Mi piace tanto tanto. Sicuramente potrà essere tra i top centravanti del futuro.

Il Benfica l'ha pagato una ventina di milioni, sicuramente quest'estate ne chiederanno almeno il doppio.

Incredibile la tradizione di centravanti che ha l'Uruguay.


----------



## Andreas89 (25 Ottobre 2020)

In effetti mi ricorda Cavani


----------



## Djici (25 Ottobre 2020)

BossKilla7 ha scritto:


> Attaccante centrale uruguaiano classe '99 prelevato dal Benfica nell'estate del 2020, Nunez è un centravanti completo, forte fisicamente, bravo coi piedi, di testa e anche un buon assistman.
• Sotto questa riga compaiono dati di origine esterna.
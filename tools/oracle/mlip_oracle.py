#!/usr/bin/env python3
"""Independent physics oracle for hopmap: a universal machine-learned interatomic potential.

CHGNet (Deng et al., Nat. Mach. Intell. 5 (2023) 1031; pretrained weights ship inside the
`chgnet` PyPI package) driven by ASE: relaxations and climbing-image NEB (Henkelman, Uberuaga &
Jonsson, J. Chem. Phys. 113 (2000) 9901) on CPU, one thread. A development and CI tool only:
the product never imports it.

Subcommands (see tools/oracle/README.md):
  neb FILE --ion Li      oracle barrier of the rate-limiting pass of hopmap's lowest channel
  sites FILE --ion Li    is hopmap's lowest site the real lowest site?
  relax FILE             relax positions and cell, report displacements and volume change
  run-set                neb + sites for every row of a references table, into a CSV
  ci                     a small, fast NEB compared with the stored value in results.csv
  direction FILE --ion Li --site x,y,z --along u,v,w [--along ...]
                         one interstitial ion from a site to its image along each lattice
                         vector: which direction is the easy one (into directions.csv)

Energies in eV, distances in angstrom, forces in eV/A, times in seconds.
"""

from __future__ import annotations

import os

# One thread: the machine is shared. Must be set before torch is imported.
for _v in ("OMP_NUM_THREADS", "MKL_NUM_THREADS", "OPENBLAS_NUM_THREADS"):
    os.environ.setdefault(_v, "1")

import argparse
import csv
import datetime
import io
import itertools
import json
import math
import subprocess
import sys
import tempfile
import time
import warnings
from contextlib import redirect_stdout
from dataclasses import dataclass, field
from importlib.metadata import version as pkg_version
from pathlib import Path

import numpy as np

warnings.filterwarnings("ignore")

HERE = Path(__file__).resolve().parent
REPO = HERE.parent.parent
DEFAULT_RESULTS = HERE / "results.csv"
DEFAULT_REFS = REPO / "structures" / "reference" / "references.csv"
DEFAULT_DIRECTIONS = HERE / "directions.csv"

MIN_IMAGE_A = 8.0  # periodic images of the moving ion at least this far apart
MAX_ATOMS = 200  # above this an ordered supercell is not attempted
RELAX_FMAX = 0.05  # eV/A, end points and sites
NEB_FMAX = 0.1  # eV/A
NEB_STEPS = 300
RELAX_STEPS = 500
SITE_WINDOW_EV = 1.0  # hopmap orbits within this of the lowest are tried by `sites`
MAX_ORBITS = 3
KICK_A = 0.05  # end-point ion displaced along the path, away from the saddle, before relaxing
RATTLE_A = 0.02  # rattle of the perfect crystal before relaxing it (site check)
ON_SITE_A = 0.6  # a hopmap site this close to an ion of the file is that ion's site
ON_PATH_A = 0.5  # a path point this close to an ion site passes through it
NEAREST_TOL_A = 0.15  # a pair of ion sites this much above the shortest distance is still nearest
MAX_CHAIN = 3  # network hops in one nearest-neighbour hop (up to two intermediate minima)
FLAT_EV = 0.005  # a band whose highest image is within this of an end has no barrier
CI_FILE = "TiO2_rutile.cif"
CI_ION = "Li"
CI_TOL_EV = 0.02  # barrier (the c channel of rutile is nearly flat under the model)
CI_ENERGY_TOL_EV = 0.005  # relaxed end-point total energy

CSV_COLUMNS = [
    "file", "ion", "mode", "pass", "supercell", "atoms", "images", "barrier_ev",
    "start_energy_ev", "end_energy_ev", "end_minus_start_ev", "max_force_ev_a", "converged",
    "neb_steps", "hop_kind", "hop_length_a", "hopmap_hop_barrier_ev", "hopmap_barrier_ev",
    "hopmap_pass_barrier_ev", "hopmap_dimension",
    "lowest_site_verdict", "site_energies", "ordering", "model", "ase_version", "date",
    "wall_s", "notes",
]


DIRECTION_COLUMNS = [
    "file", "ion", "site_frac", "along", "hop_length_a", "supercell", "atoms", "images",
    "barrier_ev", "end_moved_a", "max_force_ev_a", "converged", "neb_steps", "profile_ev",
    "model", "ase_version", "date", "wall_s", "notes",
]


class OracleError(Exception):
    """A failure with a plain sentence naming the file."""


# ----------------------------------------------------------------------------------------------
# model


_MODEL = None


def model():
    global _MODEL
    if _MODEL is None:
        import torch

        torch.set_num_threads(1)
        try:
            torch.set_num_interop_threads(1)
        except RuntimeError:
            pass
        from chgnet.model import CHGNet

        with redirect_stdout(io.StringIO()):
            _MODEL = CHGNet.load(use_device="cpu", verbose=False)
    return _MODEL


_CALCS = {}
STATS = {"calls": 0, "seconds": 0.0}  # model evaluations and the time spent in them


def calculator(with_stress=False):
    """One calculator per kind for relaxations (NEB images get their own)."""
    if with_stress not in _CALCS:
        _CALCS[with_stress] = _new_calculator(with_stress)
    return _CALCS[with_stress]


def _new_calculator(with_stress):
    from chgnet.model.dynamics import CHGNetCalculator

    class _Calc(CHGNetCalculator):
        # fixed-cell work needs no stress: skip it ("ef"), about a third cheaper
        def calculate(self, atoms=None, properties=None, system_changes=None, task=None):
            t = time.time()
            super().calculate(atoms, properties, system_changes,
                              task="efsm" if with_stress else "ef")
            STATS["calls"] += 1
            STATS["seconds"] += time.time() - t
            self.results.setdefault("magmoms", np.zeros(len(atoms)))

    with redirect_stdout(io.StringIO()):
        c = _Calc(model=model(), use_device="cpu")
    if not with_stress:
        c.implemented_properties = ["energy", "free_energy", "forces"]
    return c


def model_name():
    return f"CHGNet {model().version} via chgnet {pkg_version('chgnet')}"


def versions():
    import ase
    import torch

    return {
        "model": model_name(),
        "ase": ase.__version__,
        "torch": torch.__version__,
        "pymatgen": pkg_version("pymatgen"),
    }


# ----------------------------------------------------------------------------------------------
# structures


def load_structure(path: Path):
    from pymatgen.core import Structure

    if not path.exists():
        raise OracleError(f"{path}: no such file")
    with warnings.catch_warnings():
        warnings.simplefilter("ignore")
        try:
            s = Structure.from_file(str(path))
        except Exception as e:  # pymatgen raises many kinds
            raise OracleError(f"{path}: pymatgen could not read it: {e}") from e
    return s


def site_elements(site):
    """Element symbol -> occupancy (oxidation states merged: Mn3+/Mn4+ is all Mn)."""
    occ = {}
    for sp, x in site.species.items():
        el = sp.symbol if hasattr(sp, "symbol") else str(sp)
        occ[el] = occ.get(el, 0.0) + float(x)
    return occ


def lattice_min_image(matrix: np.ndarray, reach=3) -> float:
    """Shortest non-zero lattice vector (A)."""
    best = math.inf
    r = range(-reach, reach + 1)
    for i, j, k in itertools.product(r, r, r):
        if i == j == k == 0:
            continue
        best = min(best, float(np.linalg.norm(i * matrix[0] + j * matrix[1] + k * matrix[2])))
    return best


@dataclass
class Ordered:
    atoms: object  # ase.Atoms, ordered supercell
    mult: tuple  # diagonal supercell of the file's cell
    note: str  # how partial occupancies were ordered ("" when none)
    unit_matrix: np.ndarray  # the file's cell (rows a, b, c in A)


def _groups(struct):
    """Disordered sites grouped by their (element -> occupancy) content."""
    groups = {}
    for i, site in enumerate(struct):
        occ = site_elements(site)
        if len(occ) == 1 and abs(sum(occ.values()) - 1.0) < 1e-3:
            continue
        key = tuple(sorted((el, round(x, 4)) for el, x in occ.items()))
        groups.setdefault(key, []).append(i)
    return groups


def choose_supercell(struct, min_image=MIN_IMAGE_A, max_atoms=MAX_ATOMS):
    """Smallest diagonal supercell with images >= min_image whose partial occupancies give whole
    atom counts. Returns (mult, exact) where exact=False means no such cell up to max_atoms and
    the counts will be rounded in the smallest cell that satisfies min_image."""
    m = struct.lattice.matrix
    groups = _groups(struct)

    def n_atoms(mult):
        cells = mult[0] * mult[1] * mult[2]
        total = 0.0
        for site in struct:
            total += sum(site_elements(site).values())
        return total * cells

    def integer(mult):
        cells = mult[0] * mult[1] * mult[2]
        for key, idx in groups.items():
            for _, x in key:
                c = x * len(idx) * cells
                if abs(c - round(c)) > 0.05:
                    return False
        return True

    cands = []
    for mult in itertools.product(range(1, 9), repeat=3):
        sm = m * np.array(mult)[:, None]
        if lattice_min_image(sm) < min_image - 1e-6:
            continue
        cands.append((n_atoms(mult), sum(mult), mult))
    if not cands:
        raise OracleError("no supercell up to 8x8x8 reaches the image distance")
    cands.sort()
    smallest = cands[0][2]
    for n, _, mult in cands:
        if n > max_atoms + 0.5:
            break
        if integer(mult):
            return mult, True
    return smallest, False
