#: ``stopping``: a controlled stop (the law holds the outputs where the envelope was left). Only
#: ever appended to: logs store modes by index.
MODES = ("nominal", "damped", "held", "safe", "stopping")
#: Modes in which a watchdog acted: the safe or held command, or a controlled stop.
ACTED_MODES = ("safe", "held", "stopping")
#: Why a step ended as it did (``ok`` for a nominal step). Only ever appended to.
REASONS = ("ok", "near_singular", "singular", "wrong_length", "non_finite_state", "bad_reference",
           "bad_time", "out_of_order", "stale", "future_stamp", "model_not_finite", "non_finite_command",
           "no_state", "bad_message", "outside_envelope", "diverging")
#: Watchdogs that watch the machine rather than the message: bit i of ``StepRecord.alarms``.
#: Only ever appended to.
ALARMS = ("outside_envelope", "diverging")
#: Labels that open every per-step record, in order; then ``y.<output>`` and ``ref.<output>`` (the
#: output and its reference, nan when the state was refused), ``u.<input>`` (the command) and, in a
#: field log, ``x.<state>`` (the state the step used). Only ever appended to (``alarms`` came last).
FIELDS = ("t", "sigma_min", "condition", "mode", "reason", "damping", "compute_time_us", "saturated_mask",
          "warn", "alarms")
#: The word of a mode or reason code that is none of the known ones (damage, or a newer writer).
UNKNOWN = "unknown"
_MODE_CODE = {m: float(i) for i, m in enumerate(MODES)}
_REASON_CODE = {r: float(i) for i, r in enumerate(REASONS)}
#: What a fixed field missing from an older log reads as (the others read as nan).
_ABSENT = {"saturated_mask": 0.0, "warn": 0.0}
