@dataclass
class Design:
    """Everything the code generator needs: the law, the gains, the guards, the notes."""

    plant: Plant
    report: Report
    kind: str                        # "input_output" or "input_state"
    chains: list[Chain]
    A: sp.Matrix | None              # None for a mechanical plant (assembled at run time)
    b: sp.Matrix | None
    integral: bool
    rate: float
    method: str
    transform_inverse: sp.Matrix | None
    sigma_reference: float
    sigma_reference_note: str
    watchdog: dict[str, Any]
    lqr_weights: dict[str, list[float]] | None = None
    reference: str | None = None
    warnings: list[str] = field(default_factory=list)
    notes: list[str] = field(default_factory=list)

    @property
    def relative_degree(self) -> list[int]:
        """Relative degree of each chain."""
        return [c.degree for c in self.chains]

    @property
    def mechanical(self) -> bool:
        """True when the law is assembled at run time from M, F, B, J (a mechanical plant)."""
        return self.plant.mechanics is not None

    @property
    def transform(self) -> list[sp.Expr]:
        """``z = T(x)`` for input-state designs (the chain of T1); empty otherwise."""
        return self.chains[0].derivatives if self.kind == "input_state" else []


def synthesise(plant: Plant, options: DesignOptions | None = None, report: Report | None = None) -> Design:
    """Synthesise the linearizing law, the outer-loop gains and the watchdog levels.

    Parameters
    ----------
    plant : Plant
    options : DesignOptions, optional
        Overrides of the plant file's ``design`` section.
    report : Report, optional
        The analysis of ``plant``; computed when not given.

    Returns
    -------
    Design

    Raises
    ------
    DesignError
        One line naming the file (or option), the field and the problem: an output
        that no input reaches, a decoupling matrix that is singular everywhere, a pole
        count that does not match the relative degree, ...

    Examples
    --------
    >>> from linz_ros.model import plant_from_text
    >>> plant = plant_from_text("plant: p\\nstates: [x1, x2]\\ninputs: [u]\\n"
    ...     "dynamics: {x1: x2, x2: -sin(x1) + u}\\noutputs: {y: x1}\\n"
    ...     "design: {rate: 200, poles: {y: [-2, -3]}}")
    >>> design = synthesise(plant)
    >>> design.relative_degree, design.chains[0].gains.tolist()
    ([2], [6.0, 5.0])
    """
    options = options or DesignOptions()
    report = report or analyse(plant, samples=256)
    ctx = plant_context(plant)
    kind = _kind_of_design(plant, options)
    warnings: list[str] = []
    notes: list[str] = []
    if kind == "input_output":
        terms = _mechanical_law_terms if plant.mechanics is not None else _input_output_terms
        names, expressions, chains_sym, degrees, A, b = terms(plant, report, warnings)
        inverse = None
    else:
        names, expressions, chains_sym, degrees, A, b = _input_state_terms(plant, report, options, ctx)
        inverse = closed_form_inverse(chains_sym[0], plant, ctx)
        notes.append("T^-1 in closed form" if inverse is not None else
                     "no closed form found for T^-1: the runtime inverts T by Newton's method")
    rate, integral = _rate_and_integral(plant, options, notes)
    gains, poles_note, method, lqr_weights = _outer_loop_gains(plant, options, names, degrees, integral)
    if poles_note:
        notes.append(poles_note)
    chains = [_checked_chain(name, expr, derivs, degree, k, rate, method, options, plant)
              for name, expr, derivs, degree, k in zip(names, expressions, chains_sym, degrees, gains)]
    warnings.extend(_sampling_warnings(chains, rate))
    warnings.extend(_zero_dynamics_warnings(report, kind))
    sigma_ref, sigma_note = _sigma_reference(plant, report, A, ctx, kind)
    watchdog = _watchdog_levels(plant, sigma_ref, rate, names, expressions)
    return Design(plant, report, kind, chains, A, b, integral, rate, method, inverse, sigma_ref, sigma_note,
                  watchdog, lqr_weights, plant.design.get("reference"), warnings, notes)


def _checked_chain(name: str, expr: sp.Expr, derivs: list[sp.Expr], degree: int, gains: np.ndarray, rate: float,
                   method: str, options: DesignOptions, plant: Plant) -> Chain:
    """A chain whose gains are finite and whose continuous closed loop is asymptotically stable."""
    field = f"design.{'poles' if method == 'poles' else 'lqr'}"
    source = options.source if (options.poles is not None or options.lqr is not None) else plant.source
    if not np.all(np.isfinite(gains)):
        raise DesignError(source, field, f"the gains of chain {name} are not finite numbers (poles far too large?)")
    poles = closed_loop_poles(gains)
    if not np.all(poles.real < 0):
        raise DesignError(source, field, f"chain {name} would not be asymptotically stable (closed-loop poles "
                                         f"{', '.join(f'{p.real:.3g}{p.imag:+.3g}j' for p in poles)}); with LQR, "
                                         "give the first state of every chain a positive weight")
    try:
        loop = sampled_loop(gains, 1.0 / rate)
    except (ArithmeticError, ValueError, np.linalg.LinAlgError):
        loop = None
    if loop is None or not (math.isfinite(loop.spectral_radius) and math.isfinite(loop.fastest_pole_times_period)):
        raise DesignError(options.source if options.rate is not None else plant.source, "design.rate",
                          f"the sampled loop of chain {name} cannot be evaluated at {rate:g} Hz "
                          "(rate far too low for the poles)")
    if method == "poles":
        poles = _in_given_order(poles, _given_poles(name, options, plant))
    return Chain(name, expr, derivs, degree, gains, poles, loop)


def _given_poles(name: str, options: DesignOptions, plant: Plant) -> list[complex]:
    """The poles asked for chain ``name`` (command line over plant file), in the order given."""
    for poles in (options.poles, plant.design.get("poles")):
        if isinstance(poles, dict) and name in poles:
            return [complex(p) for p in poles[name]]
        if isinstance(poles, list):
            return [complex(p) for p in poles]
    return []


def _in_given_order(achieved: np.ndarray, given: list[complex]) -> np.ndarray:
    """The achieved poles, each matched to the nearest given one, in the order they were given."""
    remaining = list(achieved)
    ordered = []
    for pole in given:
        if not remaining:
            break
        nearest = min(range(len(remaining)), key=lambda i: abs(remaining[i] - pole))
        ordered.append(remaining.pop(nearest))
    return np.array(ordered + remaining)


def _kind_of_design(plant: Plant, options: DesignOptions) -> str:
    if options.linearize not in ("auto", "outputs", "state"):
        raise DesignError(options.source, "--linearize", f"expected auto, outputs or state, got {options.linearize!r}")
    if plant.mechanics is not None:
        if options.linearize == "state" or options.linearizing_output is not None:
            raise DesignError(options.source, "--linearize", "a mechanical plant is linearized through its outputs "
                                                             "(computed torque on the coordinates when it declares "
                                                             "none); input-state synthesis does not apply")
        if plant.h.shape[0] == 0:
            raise DesignError(plant.source, "outputs", "a mechanical plant with fewer inputs than coordinates "
                                                       "needs outputs (as many as inputs)")
        return "input_output"
    if options.linearize == "outputs" or (options.linearize == "auto" and plant.h.shape[0] > 0
                                          and options.linearizing_output is None):
        if plant.h.shape[0] == 0:
            raise DesignError(plant.source, "outputs", "input-output linearization needs outputs; the plant "
                                                       "declares none")
        return "input_output"
    if plant.m != 1:
        raise DesignError(plant.source, "inputs", f"input-state synthesis covers single-input plants "
                                                  f"({plant.m} inputs); declare outputs for input-output "
                                                  "linearization")
    return "input_state"


def _input_output_terms(plant: Plant, report: Report, warnings: list[str]):
    io = report.input_output
    assert io is not None
    p, m = plant.h.shape[0], plant.m
    if io.decoupling_matrix is None:
        raise DesignError(plant.source, "outputs", io.reason)
    if p != m:
        raise DesignError(plant.source, "outputs", f"the law needs as many outputs as inputs "
                                                   f"({p} output(s), {m} input(s))")
    if io.relative_degree is None:
        if any(d is None for d in io.relative_degree_generic) or "everywhere" in io.reason:
            raise DesignError(plant.source, "outputs", io.reason)
        warnings.append(f"{io.reason}; the law is built for the generic relative degree and the "
                        "singularity watchdog must keep the state away from the singular set")
    degrees = [int(d) for d in io.relative_degree_generic]
    return (list(plant.output_names), list(plant.h), io.chains, degrees, io.decoupling_matrix,
            io.drift_terms)


def _mechanical_law_terms(plant: Plant, report: Report, warnings: list[str]):
    """Chains (h, J q') of a mechanical plant; A and b stay None (assembled at run time)."""
    io = report.input_output
    assert io is not None
    p, m = plant.h.shape[0], plant.m
    if any(d is None for d in io.relative_degree_generic):
        raise DesignError(plant.source, "outputs", io.reason)
    if p != m:
        raise DesignError(plant.source, "outputs", f"the law needs as many outputs as inputs "
                                                   f"({p} output(s), {m} input(s))")
    if io.relative_degree is None:
        if "every sample" in io.reason or "could not decide" in io.reason:
            raise DesignError(plant.source, "outputs", io.reason)
        warnings.append(f"{io.reason}; the law is built for the generic relative degree and the "
                        "singularity watchdog must keep the state away from the singular set")
    return list(plant.output_names), list(plant.h), io.chains, [2] * p, None, None


def _input_state_terms(plant: Plant, report: Report, options: DesignOptions, ctx):
    iss = report.input_state
    if options.linearizing_output is not None:
        try:
            T1 = expression_in(plant, options.linearizing_output, options.source, "--linearizing-output")
        except PlantFileError as err:
            raise DesignError(err.source, err.field, err.problem) from None
        source, fieldname = options.source, "--linearizing-output"
    elif iss.linearizing_outputs:
        T1 = iss.linearizing_outputs[0]
        source, fieldname = plant.source, "dynamics"
    else:
        raise DesignError(plant.source, "dynamics", "input-state synthesis needs a linearizing output and "
                                                    f"none was found ({iss.reason}); supply one with "
                                                    "--linearizing-output")
    degree, row, chain = lie_chain(T1, plant, ctx)
    if degree != plant.n:
        shown = "infinite" if degree is None else str(degree)
        raise DesignError(source, fieldname, f"T1 = {T1} has relative degree {shown}, not n = {plant.n}: "
                                             "it is not a linearizing output")
    value = evaluate(row, ctx, plant.operating_vector())[0, 0]
    if not abs(value) > 1e-12:
        raise DesignError(source, fieldname, f"L_g L_f^{plant.n - 1} T1 vanishes at the operating point "
                                             "(it lies on the singular set)")
    A = row
    b = sp.Matrix([lie_derivative(chain[-1], plant.f, plant.states)])
    return ["T1"], [T1], [chain], [plant.n], A, b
E' stato prelevato dall'Almeria per 25 milioni di euro ed ha una clausola fissata di 150M. Ha già bagnato il suo esordio in Europa League con una tripletta.



Deve assolutamente evolversi per sopravvivere


----------



## Beppe85 (25 Ottobre 2020)

Nel benfica sembrano tutti forti poi cambiano campionato e fanno pena.
Joao Felix fa il panchinaro all'Atletico ed è stato pagato un botto.
Andre Silva (giocava nel porto ma cambia poco) sembrava il nuovo CR7...
Comunque a noi servirebbe un giocatore più forte fisicamente tipo Antonio del west ham.


----------